One only needs to pick up a copy of Amnesty International’s latest report for evidence that very little has changed since Berdymukhamedov took control.  Somewhat ironically, the entry on Turkmenistan opens by highlighting the threat posed to “journalists working with foreign media outlets known to publish criticism of the authorities” – the exact reason why the Berdiev family is known there.  It goes on to talk about forced disappearances and rigged trials.  Last month’s report from Human Rights Watch outlining the state’s “appalling record on torture and ill-treatment” further underscores the legitimacy of Keymir’s terror at his deportation- describing how “people profoundly fear talking about mistreatment they or their relatives have endured at the hands of the authorities out of fear of government retaliation”  and highlighting the cases of Amangelen Shapudakov and Sazak Durdymuradov - Radio Free Europe Reporters detained in violent psychiatric institutes as punishment for their work.  Ominously, though quite correctly, an entire section of the report is entitled: End of the Niyazov Era but No Transition.

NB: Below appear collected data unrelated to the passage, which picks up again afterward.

// TestFirstOrderClosedForm compares ωc/(s + ωc) with its closed forms
// (source: H(jω) = 1/(1 + jω/ωc)): |H|² = 1/(1+(ω/ωc)²),
// φ = −atan(ω/ωc), τ = (1/ωc)/(1+(ω/ωc)²).
func TestFirstOrderClosedForm(t *testing.T) {
	t.Parallel()
	tests := []struct {
		name string
		fcHz float64
	}{
		{name: "1 Hz", fcHz: 1},
		{name: "1 kHz", fcHz: 1000},
		{name: "1 MHz", fcHz: 1e6},
	}
	for _, tc := range tests {
		t.Run(tc.name, func(t *testing.T) {
			t.Parallel()
			wc := response.RadPerSec(tc.fcHz)
			h := zpk.ZPK{Poles: []complex128{complex(-wc, 0)}, Gain: wc}
			freqs := response.LogSpaceHz(nil, tc.fcHz/1e4, tc.fcHz*1e4, 101)
			mag := response.MagnitudeDB(nil, h, freqs)
			ph := response.PhaseDeg(nil, h, freqs)
			tau := response.GroupDelayS(nil, h, freqs)
			for i, f := range freqs {
				x := f / tc.fcHz
				require.InDelta(t, -10*math.Log10(1+x*x), mag[i], 1e-10)
				require.InDelta(t, -math.Atan(x)*180/math.Pi, ph[i], 1e-10)
				want := (1 / wc) / (1 + x*x)
				require.InDelta(t, want, tau[i], 1e-12*want)
			}
		})
	}
}

// TestAllpass checks right-half-plane zeros against the allpass closed
// forms (source: for (s−a)/(s+a), H(jω) = −(a−jω)/(a+jω), phase
// 180° − 2·atan(ω/a), τ = 2a/(a²+ω²); for N(s)/D(s) with
// N(s) = D(−s) = s² − (ω0/Q)s + ω0², N(jω) = conj D(jω), phase
// −2·atan2(ω0ω/Q, ω0²−ω²) from 0° at DC to −360°, and twice the delay of
// the second-order lowpass).
func TestAllpass(t *testing.T) {
	t.Parallel()
	const a = 2000.0
	first := zpk.ZPK{Zeros: []complex128{complex(a, 0)}, Poles: []complex128{complex(-a, 0)}, Gain: 1}
	w0, q := 5000.0, 3.0
	lp := secondOrder(w0, q)
	second := zpk.ZPK{Zeros: []complex128{-lp.Poles[0], -lp.Poles[1]}, Poles: lp.Poles, Gain: 1}
	freqs := response.LogSpaceHz(nil, 1, 1e5, 201)
	tests := []struct {
		name   string
		h      zpk.ZPK
		phase  func(w float64) float64
		delayS func(w float64) float64
	}{
		{
			name:   "first order",
			h:      first,
			phase:  func(w float64) float64 { return 180 - 2*math.Atan(w/a)*180/math.Pi },
			delayS: func(w float64) float64 { return 2 * a / (a*a + w*w) },
		},
		{
			name:  "second order",
			h:     second,
			phase: func(w float64) float64 { return -2 * math.Atan2(w0*w/q, w0*w0-w*w) * 180 / math.Pi },
			delayS: func(w float64) float64 {
				u, v := w0*w0-w*w, w0*w/q
				return 2 * (w0 / q) * (w0*w0 + w*w) / (u*u + v*v)
			},
		},
	}
	for _, tc := range tests {
		t.Run(tc.name, func(t *testing.T) {
			t.Parallel()
			mag := response.MagnitudeDB(nil, tc.h, freqs)
			ph := response.PhaseDeg(nil, tc.h, freqs)
			tau := response.GroupDelayS(nil, tc.h, freqs)
			for i, f := range freqs {
				w := response.RadPerSec(f)
				require.InDelta(t, 0, mag[i], 1e-10)
				require.InDeltaf(t, tc.phase(w), ph[i], 1e-9, "phase at %v Hz", f)
				require.InDelta(t, tc.delayS(w), tau[i], 1e-11*tc.delayS(w))
			}
		})
	}
}

// factorPhaseDeg is a slow reference for PhaseDeg: one atan2 per factor,
// each continuous argument written out as documented at PhaseDeg.
func factorPhaseDeg(h zpk.ZPK, f float64) float64 {
	w := response.RadPerSec(f)
	arg := func(r complex128) float64 {
		s, wr := real(r), imag(r)
		if s == 0 {
			switch {
			case w > wr:
				return math.Pi / 2
			case w < wr:
				return -math.Pi / 2
			}
			return 0
		}
		a := math.Atan2(w-wr, -s)
		if s > 0 && wr > 0 && w >= wr {
			a -= 2 * math.Pi
		}
		return a
	}
	var ph float64
	for _, z := range h.Zeros {
		ph += arg(z)
	}
	for _, p := range h.Poles {
		ph -= arg(p)
	}
	if h.Gain < 0 {
		ph += math.Pi
	}
	return ph * 180 / math.Pi
}

// randomFilter returns a real filter with nPairs conjugate pole pairs,
// nReal real poles and zeros of every kind (left and right half plane,
// real, on the axis, at the origin), spread over four decades.
func randomFilter(rng *rand.Rand, nPairs, nReal int) zpk.ZPK {
	mag := func() float64 { return math.Pow(10, 1+4*rng.Float64()) }
	h := zpk.ZPK{Gain: 1}
	if rng.IntN(2) == 0 {
		h.Gain = -3
	}
	for range nPairs {
		r := mag()
		th := math.Pi / 2 * (0.02 + 0.96*rng.Float64())
		p := complex(-r*math.Cos(th), r*math.Sin(th))
		h.Poles = append(h.Poles, p, cmplx.Conj(p))
	}
	for range nReal {
		h.Poles = append(h.Poles, complex(-mag(), 0))
	}
	for range len(h.Poles) / 2 {
		switch r := mag(); rng.IntN(5) {
		case 0: // axis pair
			h.Zeros = append(h.Zeros, complex(0, r), complex(0, -r))
		case 1: // left-half-plane pair
			z := complex(-0.3*r, r)
			h.Zeros = append(h.Zeros, z, cmplx.Conj(z))
		case 2: // right-half-plane pair
			z := complex(0.2*r, r)
			h.Zeros = append(h.Zeros, z, cmplx.Conj(z))
		case 3: // real, either side
			h.Zeros = append(h.Zeros, complex(r, 0), complex(-r, 0))
		case 4: // origin
			h.Zeros = append(h.Zeros, 0)
		}
	}
	return h
}

// TestPhaseMatchesFactorSum checks the product-and-count implementation of
// PhaseDeg against the per-factor sum of continuous arguments (source: the
// definition at PhaseDeg, written out one factor at a time) for random
// filters up to order 40.
func TestPhaseMatchesFactorSum(t *testing.T) {
	t.Parallel()
	rng := rand.New(rand.NewPCG(1, 2))
	// 401 points: the four-at-a-time path and the one-at-a-time remainder.
	freqs := response.LogSpaceHz(nil, 0.1, 1e5, 401)
	for i := range 40 {
		h := randomFilter(rng, 1+i/2, i%3)
		got := response.PhaseDeg(nil, h, freqs)
		for j, f := range freqs {
			require.InDeltaf(t, factorPhaseDeg(h, f), got[j], 1e-9, "filter %d (%d poles) at %v Hz", i, len(h.Poles), f)
		}
	}
}

// TestPhaseAxisZeroStep checks the exact +180° step of a pair of zeros on
// the jω axis and the −Inf magnitude exactly on it (source: the phase of
// (s² + ωz²) on the axis is 0 below ωz and 180° above; |H| = 0 at ωz).
func TestPhaseAxisZeroStep(t *testing.T) {
	t.Parallel()
	const fz = 1500.0
	wz := response.RadPerSec(fz)
	h := zpk.ZPK{Zeros: []complex128{complex(0, wz), complex(0, -wz)}, Gain: 1}
	freqs := []float64{fz * (1 - 1e-12), fz, fz * (1 + 1e-12), 10, 1e6}
	ph := response.PhaseDeg(nil, h, freqs)
	mag := response.MagnitudeDB(nil, h, freqs)
	tau := response.GroupDelayS(nil, h, freqs)
	require.Equal(t, []float64{0, 90, 180, 0, 180}, ph)
	require.True(t, math.IsInf(mag[1], -1))
	require.Equal(t, []float64{0, 0, 0, 0, 0}, tau)
	// A zero pair within 1e-12 (relative) of the axis counts as on it, on
	// whichever side: the same +180° step, no group delay.
	for _, sigma := range []float64{1e-13 * wz, -1e-13 * wz} {
		near := zpk.ZPK{Zeros: []complex128{complex(sigma, wz), complex(sigma, -wz)}, Gain: 1}
		require.Equal(t, []float64{0, 180}, response.PhaseDeg(nil, near, []float64{10, 1e6}))
		require.Equal(t, []float64{0, 0}, response.GroupDelayS(nil, near, []float64{10, 1e6}))
	}
	// A second-order notch (s² + ω0²)/(s² + (ω0/Q)s + ω0²): on either side
	// of the notch the phase is the pole pair's −atan2(x/Q, 1−x²) plus 0°
	// below and the +180° step above, x = ω/ω0.
	const q = 10
	notch := secondOrder(wz, q)
	notch.Zeros, notch.Gain = h.Zeros, 1
	for _, x := range []float64{1 - 1e-9, 1 + 1e-9, 0.5, 2} {
		want := -math.Atan2(x/q, 1-x*x) * 180 / math.Pi
		if x > 1 {
			want += 180
		}
		got := response.PhaseDeg(nil, notch, []float64{fz * x})
		require.InDeltaf(t, want, got[0], 1e-9, "x = %v", x)
	}
}

// TestMagnitudeHighOrder checks an order-40 Butterworth lowpass and the
// order-80 bandstop made from it far into the stopband, where plain
// products of distances would overflow (source: |H|² = 1/(1 + x^80) for
// Butterworth, here in the form −10·(80·log10 x + log10(1 + x^-80))).
func TestMagnitudeHighOrder(t *testing.T) {
	t.Parallel()
	const n = 40
	wc := 1e5
	h := zpk.ZPK{Gain: 1}
	for k := range n {
		th := float64(2*k+1) * math.Pi / float64(2*n)
		h.Poles = append(h.Poles, complex(-wc*math.Sin(th), wc*math.Cos(th)))
	}
	h.Gain = math.Pow(wc, n)
	tests := []struct {
		name string
		fHz  float64
	}{
		{name: "passband", fHz: 100},
		{name: "edge", fHz: wc / (2 * math.Pi)},
		{name: "stopband 1e8", fHz: 1e8},
		{name: "stopband 1e12", fHz: 1e12},
	}
	for _, tc := range tests {
		t.Run(tc.name, func(t *testing.T) {
			t.Parallel()
			x := response.RadPerSec(tc.fHz) / wc
			want := -10 * (80*math.Log10(x) + math.Log10(1+math.Pow(x, -80)))
			got := response.MagnitudeDB(nil, h, []float64{tc.fHz})[0]
			require.InDelta(t, want, got, 1e-9*math.Max(1, math.Abs(want)))
		})
	}
}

As the somewhat criminal deportation has already been carried out, many advocates of freedom in Turkmenistan feel that all they can now do is watch and hope.  However, individuals and governments around the world should be taking firm action – to press the Berdymukhamedov regime for evidence of Keymir’s wellbeing, to continue pressure for the release of other prisoners and  to reform asylum law throughout the democratic states of Europe to ensure that no one- especially political activists- are ever again deported to face the terror they fled from.  Perhaps most importantly, governments must be held accountable for such deportations: whatever happens to Keymir Berdiev now, the Swedish authorities must be made to answer for it.